Sure, it begs the question of what is "human" but assuming you can not distinguish? You could argue that the "soul" becomes the only distinguising difference, but then "soul" can not be distinguished from "no soul", and to simply assert it existing in humans compared to non-humans would be to beg the question.

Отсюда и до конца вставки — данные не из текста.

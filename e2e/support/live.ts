import type { Page } from 'playwright-core';
import { launchBrowser } from './browser';
import pg from 'pg';
import { baseUrl, databaseUrl, demoPassword } from './env';

/** Taps a Live button by its exact accessible name. */
export async function tap(page: Page, name: string): Promise<void> {
  await page.getByRole('button', { name, exact: true }).click();
}

/** Opens a quick dialog and picks one choice in it. */
export async function tapAndPick(page: Page, button: string, ...choices: string[]): Promise<void> {
  await tap(page, button);
  for (const choice of choices) {
    await page.getByRole('dialog').getByRole('button', { name: choice, exact: true }).click();
  }
  await page.getByRole('dialog').waitFor({ state: 'detached' });
}

/** Types an EtCO2 value on the keypad and records it. */
export async function typeEtco2(page: Page, value: string): Promise<void> {
  await tap(page, 'EtCO2');
  const dialog = page.getByRole('dialog');
  for (const digit of value) await dialog.getByRole('button', { name: digit, exact: true }).click();
  await dialog.getByRole('button', { name: 'Record', exact: true }).click();
  await dialog.waitFor({ state: 'detached' });
}

// Plain JavaScript run in the page: tsx would add helpers the page does not have.
const readLocalIds = `async (id) => {
  const db = await new Promise((resolve, reject) => {
    const req = indexedDB.open('upstroke');
    req.onsuccess = () => resolve(req.result);
    req.onerror = () => reject(req.error);
  });
  const all = (store) => new Promise((resolve) => {
    const req = db.transaction(store).objectStore(store).getAll();
    req.onsuccess = () => resolve(req.result);
  });
  const pick = (rows) => rows.filter((r) => r.resuscitationId === id).map((r) => r.id).sort();
  const result = { events: pick(await all('events')), etco2: pick(await all('etco2')) };
  db.close();
  return result;
}`;

/** Ids the tablet holds in IndexedDB for one record (read with the raw IndexedDB API). */
export function localIds(
  page: Page,
  recordId: string,
): Promise<{ events: string[]; etco2: string[] }> {
  return page.evaluate(`(${readLocalIds})(${JSON.stringify(recordId)})`);
}

export async function serverIds(recordId: string): Promise<{ events: string[]; etco2: string[] }> {
  const client = new pg.Client({ connectionString: databaseUrl });
  await client.connect();
  try {
    const q = (table: string) =>
      client.query<{ id: string }>(
        `select id from ${table} where resuscitation_id = $1 order by id`,
        [recordId],
      );
    const [events, etco2] = await Promise.all([q('resuscitation_events'), q('etco2_samples')]);
    return {
      events: events.rows.map((r) => r.id).sort(),
      etco2: etco2.rows.map((r) => r.id).sort(),
    };
  } finally {
    await client.end();
  }
}

/** Polls until `check` holds or the time runs out (no fixed sleeps). */
export async function until<T>(
  read: () => Promise<T>,
  check: (v: T) => boolean,
  timeoutMs: number,
): Promise<T> {
  const deadline = Date.now() + timeoutMs;
  let last = await read();
  while (!check(last) && Date.now() < deadline) {
    await new Promise((r) => setTimeout(r, 200));
    last = await read();
  }
  return last;
}

export async function apiToken(role: string): Promise<string> {
  const res = await fetch(`${baseUrl}/api/auth/login`, {
    method: 'POST',
    headers: { 'Content-Type': 'application/json' },
    body: JSON.stringify({ email: `${role}@kestrel.test`, password: demoPassword }),
  });
  return ((await res.json()) as { accessToken: string }).accessToken;
}

/** Chromium for this journey: the shared launcher. */
export const launchChromium = launchBrowser;

// Plain JavaScript for the page: events as the app stores them, straight into IndexedDB, as
// if tapped while offline (thousands of taps by hand would take minutes).
const queueInPage = `async ({ id, n, device }) => {
  const db = await new Promise((ok, ko) => { const r = indexedDB.open('upstroke'); r.onsuccess = () => ok(r.result); r.onerror = () => ko(r.error); });
  const tx = db.transaction('events', 'readwrite');
  const t0 = Date.now();
  for (let i = 0; i < n; i++) tx.objectStore('events').add({ id: crypto.randomUUID(), resuscitationId: id,
    at: new Date(t0 + i).toISOString(), kind: 'note', data: { text: 'queued ' + i }, deviceId: device });
  await new Promise((ok) => { tx.oncomplete = ok; });
  db.close();
}`;

/** Queues `n` note events for a record in the tablet's store (used offline, before a sync). */
export async function queueEvents(
  page: Page,
  recordId: string,
  n: number,
  device: string,
): Promise<void> {
  await page.evaluate(`(${queueInPage})(${JSON.stringify({ id: recordId, n, device })})`);
}
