/** Where the app under test runs (set by `npm test`). */
export const baseUrl = process.env.E2E_BASE_URL ?? 'http://localhost:8080';
export const databaseUrl =
  process.env.E2E_DATABASE_URL ?? 'postgres://postgres@127.0.0.1:54329/upstroke';
export const demoPassword = 'upstroke-demo';
export type DemoRole = 'recorder' | 'lead' | 'quality' | 'admin';
export const emailOf = (role: DemoRole) => `${role}@kestrel.test`;
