import type { Page } from 'playwright-core';

/** What the browser received from a monitor link, read off the wire by content. */
export interface Wire {
  anchorMs: number | null;
  periodMs: number;
  /** End (ms, stream time) of the newest samples received. */
  endMs: number;
  frames: number;
  samples: number;
}

export function watchLink(page: Page): Wire {
  const wire: Wire = { anchorMs: null, periodMs: 20, endMs: 0, frames: 0, samples: 0 };
  page.on('websocket', (ws) => {
    if (!ws.url().includes('/api/link/simulator')) return;
    ws.on('framereceived', (f) => {
      const m = JSON.parse(String(f.payload)) as {
        type: string;
        startAt?: string;
        sampleRateHz?: number;
        t0?: string;
        values?: number[];
      };
      if (m.type === 'hello') {
        wire.anchorMs = Date.parse(m.startAt ?? '');
        wire.periodMs = 1000 / (m.sampleRateHz ?? 50);
      } else if (m.t0 && m.values) {
        wire.frames++;
        wire.samples += m.values.length;
        wire.endMs = Math.max(wire.endMs, Date.parse(m.t0) + m.values.length * wire.periodMs);
      }
    });
  });
  return wire;
}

So maybe AI-robots will eventually be developed to the point where they are so indistinguishable from humans that they, too, are blessed with a "soul" (whatever that is).

:)
Мне интересен сам принцип работы сознания. Уже сейчас понятно, что человек не может так быстро обрабатывать информацию, и в таких количествах, как это делает ИИ. ИИ способен собирать и хранить информацию со всего мира, он буквально может быть энциклопедией. Кто из людей способен запомнить с первого раза такое количество слов? Никто. Пока что роботы - это просто инструмент в руках людей, у них нет собственных желаний. Но разве нельзя поставить роботу задачу, цель, и он будет искать пути решения. Возможно ли научить робота анализировать? Как именно анализирует человеческое сознание? Если следовать логики эволюции, то всё, что делает человек, он делает ради выживания своего тела. Это программа, созданная эволюцией(так считается). Следовательно, никакой свободы воли у человека нет, его выбор обусловлен наиболее выгодным вариантом, способствующим выживанию. Где то, что то просто записано в гены, или в память. Обычный опыт, собственный, и опыт предков. Если сделать программу, по которой робот должен будет выжить любой ценой, и загрузить в него множество информации, научить некоторым навыкам(пусть не сегодня, а через 50 лет, например, когда позволят технологии), то будет ли робот вести себя как человек? Будет ли он конкурировать с человеком, ведь для выживания ему не требуется еда и пр., что нужно человеку? Является ли человечество тупиковой ветвью эволюции? Ведь мы живём, пока преодолеваем трудности, все наше тело сформировалось в процессе эволюции как навыки, способствующие выживанию. И эксперимент с мышками показал, что в райских условиях живые существа деградируют и вымирают. Но мы же всё равно стремимся создать себе Рай на Земле. Получается: когда мы воюем, и убиваем друг друга - мы уничтожаемся. И когда мы живём без бед и несчастий - мы тоже самоуничтожаемся. Какой то замкнутый круг получается. Человеческий разум мечтает о вечности и Рае, но человеческое тело живёт только в борьбе. И мы не можем его перепрограммировать(или можем?), а робота можем.